EXERCISE BRIEF> Within the material below, filter for lines that hold the word "ImportAnswer".

========

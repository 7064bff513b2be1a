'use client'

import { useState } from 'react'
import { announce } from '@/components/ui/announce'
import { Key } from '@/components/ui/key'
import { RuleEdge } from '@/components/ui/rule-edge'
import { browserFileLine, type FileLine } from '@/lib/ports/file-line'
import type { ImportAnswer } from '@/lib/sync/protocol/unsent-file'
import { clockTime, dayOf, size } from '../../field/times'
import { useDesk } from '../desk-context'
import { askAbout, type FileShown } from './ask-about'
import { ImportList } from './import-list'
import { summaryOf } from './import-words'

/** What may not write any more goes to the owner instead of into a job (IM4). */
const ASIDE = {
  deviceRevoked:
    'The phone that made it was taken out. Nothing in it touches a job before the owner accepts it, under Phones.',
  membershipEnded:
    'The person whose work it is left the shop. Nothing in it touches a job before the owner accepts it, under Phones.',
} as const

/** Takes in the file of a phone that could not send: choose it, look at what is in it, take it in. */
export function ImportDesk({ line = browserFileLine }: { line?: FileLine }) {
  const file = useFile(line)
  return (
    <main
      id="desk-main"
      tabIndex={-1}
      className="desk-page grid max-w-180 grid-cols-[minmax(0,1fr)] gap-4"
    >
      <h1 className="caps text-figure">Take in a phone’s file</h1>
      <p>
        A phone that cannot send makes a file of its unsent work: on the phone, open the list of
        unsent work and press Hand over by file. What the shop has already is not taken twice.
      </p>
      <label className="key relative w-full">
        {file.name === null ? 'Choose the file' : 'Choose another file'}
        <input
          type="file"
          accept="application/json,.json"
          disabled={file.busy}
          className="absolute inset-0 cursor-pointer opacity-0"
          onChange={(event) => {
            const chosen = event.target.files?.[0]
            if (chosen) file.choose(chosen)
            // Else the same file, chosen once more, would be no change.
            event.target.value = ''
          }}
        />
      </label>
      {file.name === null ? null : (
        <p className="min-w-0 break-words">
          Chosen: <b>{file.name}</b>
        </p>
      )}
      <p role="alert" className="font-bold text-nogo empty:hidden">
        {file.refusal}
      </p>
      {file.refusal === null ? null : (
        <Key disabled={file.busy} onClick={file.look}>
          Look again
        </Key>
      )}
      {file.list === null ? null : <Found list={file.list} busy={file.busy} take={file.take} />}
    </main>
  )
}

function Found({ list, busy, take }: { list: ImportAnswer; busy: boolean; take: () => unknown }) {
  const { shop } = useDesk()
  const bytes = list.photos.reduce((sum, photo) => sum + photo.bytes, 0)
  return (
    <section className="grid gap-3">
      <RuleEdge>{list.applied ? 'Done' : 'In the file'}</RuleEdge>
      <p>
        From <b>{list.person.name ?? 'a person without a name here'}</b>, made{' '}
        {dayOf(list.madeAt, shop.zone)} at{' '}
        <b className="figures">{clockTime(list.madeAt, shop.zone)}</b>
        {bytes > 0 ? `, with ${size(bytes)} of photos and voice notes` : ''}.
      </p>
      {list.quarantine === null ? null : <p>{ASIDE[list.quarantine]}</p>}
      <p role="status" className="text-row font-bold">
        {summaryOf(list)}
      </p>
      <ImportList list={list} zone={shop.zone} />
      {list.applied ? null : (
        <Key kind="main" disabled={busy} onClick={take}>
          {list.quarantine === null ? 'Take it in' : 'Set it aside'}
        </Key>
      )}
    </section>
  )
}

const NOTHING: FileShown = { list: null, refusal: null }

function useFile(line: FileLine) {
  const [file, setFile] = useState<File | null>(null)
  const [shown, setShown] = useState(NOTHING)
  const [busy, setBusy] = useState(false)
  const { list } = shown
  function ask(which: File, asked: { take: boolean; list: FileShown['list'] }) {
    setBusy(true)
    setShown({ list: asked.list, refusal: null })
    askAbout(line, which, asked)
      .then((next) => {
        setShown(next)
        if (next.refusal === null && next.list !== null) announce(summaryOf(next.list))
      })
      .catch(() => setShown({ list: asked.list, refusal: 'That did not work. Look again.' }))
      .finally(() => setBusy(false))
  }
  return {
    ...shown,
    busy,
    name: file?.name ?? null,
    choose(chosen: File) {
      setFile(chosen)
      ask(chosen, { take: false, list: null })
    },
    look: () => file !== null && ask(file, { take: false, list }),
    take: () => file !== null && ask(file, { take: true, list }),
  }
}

========

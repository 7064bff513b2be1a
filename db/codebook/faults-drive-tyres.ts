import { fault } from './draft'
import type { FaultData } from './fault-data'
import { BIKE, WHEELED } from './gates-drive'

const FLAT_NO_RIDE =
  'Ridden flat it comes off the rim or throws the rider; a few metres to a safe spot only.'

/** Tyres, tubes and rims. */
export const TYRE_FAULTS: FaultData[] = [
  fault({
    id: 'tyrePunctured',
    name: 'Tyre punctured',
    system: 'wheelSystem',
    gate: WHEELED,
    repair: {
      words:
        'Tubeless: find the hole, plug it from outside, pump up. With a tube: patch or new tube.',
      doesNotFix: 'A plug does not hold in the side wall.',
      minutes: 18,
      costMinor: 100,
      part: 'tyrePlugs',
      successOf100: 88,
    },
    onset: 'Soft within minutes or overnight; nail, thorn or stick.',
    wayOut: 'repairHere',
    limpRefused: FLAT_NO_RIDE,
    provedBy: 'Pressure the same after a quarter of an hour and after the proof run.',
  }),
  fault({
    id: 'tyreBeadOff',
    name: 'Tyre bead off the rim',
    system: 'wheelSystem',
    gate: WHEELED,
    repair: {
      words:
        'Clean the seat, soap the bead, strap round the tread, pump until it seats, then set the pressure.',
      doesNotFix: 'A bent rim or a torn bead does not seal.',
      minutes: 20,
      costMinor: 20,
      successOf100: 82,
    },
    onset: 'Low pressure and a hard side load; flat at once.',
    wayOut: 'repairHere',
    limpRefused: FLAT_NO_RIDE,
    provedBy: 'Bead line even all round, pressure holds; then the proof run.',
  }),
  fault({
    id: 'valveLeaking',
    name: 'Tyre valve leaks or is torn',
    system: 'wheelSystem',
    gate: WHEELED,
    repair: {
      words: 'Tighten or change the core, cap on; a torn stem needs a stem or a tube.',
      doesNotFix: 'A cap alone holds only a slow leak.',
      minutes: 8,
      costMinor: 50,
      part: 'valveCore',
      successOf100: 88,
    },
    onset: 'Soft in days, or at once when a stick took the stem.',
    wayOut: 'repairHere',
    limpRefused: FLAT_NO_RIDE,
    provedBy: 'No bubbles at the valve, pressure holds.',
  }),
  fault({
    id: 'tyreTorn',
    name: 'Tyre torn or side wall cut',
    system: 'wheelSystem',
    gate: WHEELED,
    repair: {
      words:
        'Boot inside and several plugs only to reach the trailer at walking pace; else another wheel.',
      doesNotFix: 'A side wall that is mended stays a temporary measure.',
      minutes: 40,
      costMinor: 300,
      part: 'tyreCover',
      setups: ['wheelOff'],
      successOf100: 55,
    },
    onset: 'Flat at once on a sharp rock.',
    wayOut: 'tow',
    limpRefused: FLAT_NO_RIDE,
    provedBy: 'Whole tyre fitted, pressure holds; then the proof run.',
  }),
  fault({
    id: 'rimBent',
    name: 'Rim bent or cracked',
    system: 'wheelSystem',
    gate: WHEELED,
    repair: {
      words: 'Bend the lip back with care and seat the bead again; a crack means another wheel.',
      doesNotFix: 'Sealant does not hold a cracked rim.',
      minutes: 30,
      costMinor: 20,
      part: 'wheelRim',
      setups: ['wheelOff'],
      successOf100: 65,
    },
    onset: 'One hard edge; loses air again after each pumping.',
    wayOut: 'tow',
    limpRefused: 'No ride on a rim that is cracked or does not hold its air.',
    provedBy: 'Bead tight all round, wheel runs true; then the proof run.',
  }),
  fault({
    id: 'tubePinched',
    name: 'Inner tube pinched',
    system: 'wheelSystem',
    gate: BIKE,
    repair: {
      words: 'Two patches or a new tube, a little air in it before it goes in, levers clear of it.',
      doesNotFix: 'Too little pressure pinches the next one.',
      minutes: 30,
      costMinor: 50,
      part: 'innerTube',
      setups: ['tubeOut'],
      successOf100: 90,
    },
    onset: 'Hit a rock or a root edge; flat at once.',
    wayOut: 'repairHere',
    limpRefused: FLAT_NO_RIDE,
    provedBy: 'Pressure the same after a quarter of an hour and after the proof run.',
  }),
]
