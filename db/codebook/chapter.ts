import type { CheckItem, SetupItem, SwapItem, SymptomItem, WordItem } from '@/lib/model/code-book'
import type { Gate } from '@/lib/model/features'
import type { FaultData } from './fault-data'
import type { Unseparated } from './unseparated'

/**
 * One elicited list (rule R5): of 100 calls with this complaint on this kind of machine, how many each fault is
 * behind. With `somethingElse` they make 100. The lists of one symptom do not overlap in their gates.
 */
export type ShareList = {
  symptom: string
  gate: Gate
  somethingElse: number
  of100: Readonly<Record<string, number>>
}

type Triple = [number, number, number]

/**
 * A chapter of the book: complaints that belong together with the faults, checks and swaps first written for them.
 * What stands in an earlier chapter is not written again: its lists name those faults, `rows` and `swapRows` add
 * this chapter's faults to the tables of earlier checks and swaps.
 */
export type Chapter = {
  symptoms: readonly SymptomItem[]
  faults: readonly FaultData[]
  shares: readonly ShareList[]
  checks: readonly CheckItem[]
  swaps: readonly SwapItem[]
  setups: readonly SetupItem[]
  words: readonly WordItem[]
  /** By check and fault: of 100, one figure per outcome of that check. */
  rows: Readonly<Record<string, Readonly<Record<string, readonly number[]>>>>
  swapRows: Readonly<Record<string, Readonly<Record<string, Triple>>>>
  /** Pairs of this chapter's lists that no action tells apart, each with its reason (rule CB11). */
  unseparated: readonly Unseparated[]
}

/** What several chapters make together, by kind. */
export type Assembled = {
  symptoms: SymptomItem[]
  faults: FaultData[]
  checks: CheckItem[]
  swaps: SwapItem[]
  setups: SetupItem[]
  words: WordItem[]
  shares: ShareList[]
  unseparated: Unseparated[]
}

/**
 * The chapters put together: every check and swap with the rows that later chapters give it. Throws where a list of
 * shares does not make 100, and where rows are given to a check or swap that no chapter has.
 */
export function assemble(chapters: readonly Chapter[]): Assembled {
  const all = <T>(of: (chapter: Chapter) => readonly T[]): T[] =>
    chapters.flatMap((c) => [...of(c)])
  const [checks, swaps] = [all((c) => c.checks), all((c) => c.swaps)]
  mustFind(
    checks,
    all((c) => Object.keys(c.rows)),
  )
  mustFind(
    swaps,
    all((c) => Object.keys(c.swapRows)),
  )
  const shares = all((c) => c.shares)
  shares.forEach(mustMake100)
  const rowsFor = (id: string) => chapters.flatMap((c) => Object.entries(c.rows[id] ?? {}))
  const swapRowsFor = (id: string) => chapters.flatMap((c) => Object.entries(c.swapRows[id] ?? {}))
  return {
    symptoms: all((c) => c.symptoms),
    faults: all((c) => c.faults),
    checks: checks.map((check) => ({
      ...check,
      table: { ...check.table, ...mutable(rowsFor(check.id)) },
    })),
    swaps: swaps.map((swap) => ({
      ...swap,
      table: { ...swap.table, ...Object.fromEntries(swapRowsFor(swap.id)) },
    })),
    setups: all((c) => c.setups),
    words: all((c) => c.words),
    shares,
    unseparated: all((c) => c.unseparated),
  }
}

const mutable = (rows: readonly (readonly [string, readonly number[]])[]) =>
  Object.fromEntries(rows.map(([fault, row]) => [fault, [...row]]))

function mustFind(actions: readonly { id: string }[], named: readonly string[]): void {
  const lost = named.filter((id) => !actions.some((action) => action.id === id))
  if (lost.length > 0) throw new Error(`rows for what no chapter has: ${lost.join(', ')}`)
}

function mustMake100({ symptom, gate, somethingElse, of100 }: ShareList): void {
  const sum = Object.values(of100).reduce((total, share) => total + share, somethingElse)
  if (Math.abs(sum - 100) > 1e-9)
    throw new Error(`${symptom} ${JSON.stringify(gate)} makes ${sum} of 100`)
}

========

REPLY>
import type { ImportAnswer } from '@/lib/sync/protocol/unsent-file'
function Found({ list, busy, take }: { list: ImportAnswer; busy: boolean; take: () => unknown }) {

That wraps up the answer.